All entries are to be given again verbatim.

## [Stored data]
# # # # #

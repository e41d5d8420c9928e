/**
 * Tails of the distributions that decide whether a residual fits and whether a parameter has earned its place.
 * Source of the expansions: Press et al., Numerical Recipes, ch. 6 (incomplete gamma and beta functions, Lanczos'
 * approximation); of the quantile: Wilson & Hilferty 1931. Accuracy 1e-8 and better, far finer than any decision here.
 */
const LANCZOS = [76.1800917294715, -86.5053203294168, 24.01409824083091, -1.231739572450155, 1.20865097386618e-3, -5.395239384953e-6];

function logGamma(x: number): number {
  const t = x + 5.5;
  let sum = 1.00000000019001;
  LANCZOS.forEach((coefficient, k) => { sum += coefficient / (x + 1 + k); });
  return (x + 0.5) * Math.log(t) - t + Math.log((2.506628274631 * sum) / x);
}

/** Probability that χ² with `freedom` degrees of freedom exceeds x. */
export function chiSquareTail(x: number, freedom: number): number {
  if (x <= 0) return 1;
  const a = freedom / 2;
  const y = x / 2;
  const front = Math.exp(-y + a * Math.log(y) - logGamma(a));
  if (y < a + 1) {
    let term = 1 / a;
    let sum = term;
    for (let n = 1; n < 1000 && term > sum * 1e-15; n++) sum += term *= y / (a + n);
    return 1 - sum * front;
  }
  let b = y + 1 - a;
  let c = 1e300;
  let d = 1 / b;
  let h = d;
  for (let n = 1; n < 1000; n++) {
    const an = -n * (n - a);
    b += 2;
    d = 1 / (an * d + b);
    c = b + an / c;
    h *= d * c;
    if (Math.abs(d * c - 1) < 1e-15) break;
  }
  return front * h;
}

function betaFraction(a: number, b: number, x: number): number {
  let c = 1;
  let d = 1 / (1 - ((a + b) * x) / (a + 1));
  let h = d;
  for (let m = 1; m < 1000; m++) {
    const even = (m * (b - m) * x) / ((a + 2 * m - 1) * (a + 2 * m));
    d = 1 / (1 + even * d);
    c = 1 + even / c;
    h *= d * c;
    const odd = (-(a + m) * (a + b + m) * x) / ((a + 2 * m) * (a + 2 * m + 1));
    d = 1 / (1 + odd * d);
    c = 1 + odd / c;
    h *= d * c;
    if (Math.abs(d * c - 1) < 1e-15) break;
  }
  return h;
}

function regularisedBeta(a: number, b: number, x: number): number {
  if (x <= 0) return 0;
  if (x >= 1) return 1;
  const front = Math.exp(logGamma(a + b) - logGamma(a) - logGamma(b) + a * Math.log(x) + b * Math.log(1 - x));
  return x < (a + 1) / (a + b + 2) ? (front * betaFraction(a, b, x)) / a : 1 - (front * betaFraction(b, a, 1 - x)) / b;
}

/**
 * Probability, under the smaller of two nested models, that freeing k more parameters lowers the sum of squares from
 * `small` to `large` or further, with `freedom` degrees left: the tail of Fisher's F.
 */
export const nestedTail = (small: number, large: number, k: number, freedom: number): number =>
  freedom <= 0 ? 1 : regularisedBeta(freedom / 2, k / 2, large / small);

/** x that χ² with `freedom` degrees of freedom exceeds as rarely as a normal variable exceeds z. */
export const chiSquareQuantile = (freedom: number, z: number): number => freedom * (1 - 2 / (9 * freedom) + z * Math.sqrt(2 / (9 * freedom))) ** 3;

# # # # #

## [ANSWER BOX]
repository e41d5d8420c9928e
/**
 * Tails of the distributions that decide whether a residual fits and whether a parameter has earned its place.
 * Source of the expansions: Press et al., Numerical Recipes, ch. 6 (incomplete gamma and beta functions, Lanczos'
 * approximation); of the quantile: Wilson & Hilferty 1931. Accuracy 1e-8 and better, far finer than any decision here.
 */
const LANCZOS = [76.1800917294715, -86.5053203294168, 24.01409824083091, -1.231739572450155, 1.20865097386618e-3, -5.395239384953e-6];

function logGamma(x: number): number {
  const t = x + 5.5;
  let sum = 1.00000000019001;
  LANCZOS.forEach((coefficient, k) => { sum += coefficient / (x + 1 + k); });
  return (x + 0.5) * Math.log(t) - t + Math.log((2.506628274631 * sum) / x);
}

/** Probability that χ² with `freedom` degrees of freedom exceeds x. */
export function chiSquareTail(x: number, freedom: number): number {
  if (x <= 0) return 1;
  const a = freedom / 2;
  const y = x / 2;
  const front = Math.exp(-y + a * Math.log(y) - logGamma(a));
  if (y < a + 1) {
    let term = 1 / a;
    let sum = term;
    for (let n = 1; n < 1000 && term > sum * 1e-15; n++) sum += term *= y / (a + n);
    return 1 - sum * front;
  }
  let b = y + 1 - a;
  let c = 1e300;
  let d = 1 / b;
  let h = d;
  for (let n = 1; n < 1000; n++) {
    const an = -n * (n - a);
    b += 2;
    d = 1 / (an * d + b);
    c = b + an / c;
    h *= d * c;
    if (Math.abs(d * c - 1) < 1e-15) break;
  }
  return front * h;
}

function betaFraction(a: number, b: number, x: number): number {
  let c = 1;
  let d = 1 / (1 - ((a + b) * x) / (a + 1));
  let h = d;
  for (let m = 1; m < 1000; m++) {
    const even = (m * (b - m) * x) / ((a + 2 * m - 1) * (a + 2 * m));
    d = 1 / (1 + even * d);
    c = 1 + even / c;
    h *= d * c;
    const odd = (-(a + m) * (a + b + m) * x) / ((a + 2 * m) * (a + 2 * m + 1));
    d = 1 / (1 + odd * d);
    c = 1 + odd / c;
    h *= d * c;
    if (Math.abs(d * c - 1) < 1e-15) break;
  }
  return h;
}

function regularisedBeta(a: number, b: number, x: number): number {
  if (x <= 0) return 0;
  if (x >= 1) return 1;
  const front = Math.exp(logGamma(a + b) - logGamma(a) - logGamma(b) + a * Math.log(x) + b * Math.log(1 - x));
  return x < (a + 1) / (a + b + 2) ? (front * betaFraction(a, b, x)) / a : 1 - (front * betaFraction(b, a, 1 - x)) / b;
}

/**
 * Probability, under the smaller of two nested models, that freeing k more parameters lowers the sum of squares from
 * `small` to `large` or further, with `freedom` degrees left: the tail of Fisher's F.
 */
export const nestedTail = (small: number, large: number, k: number, freedom: number): number =>
  freedom <= 0 ? 1 : regularisedBeta(freedom / 2, k / 2, large / small);

/** x that χ² with `freedom` degrees of freedom exceeds as rarely as a normal variable exceeds z. */
export const chiSquareQuantile = (freedom: number, z: number): number => freedom * (1 - 2 / (9 * freedom) + z * Math.sqrt(2 / (9 * freedom))) ** 3;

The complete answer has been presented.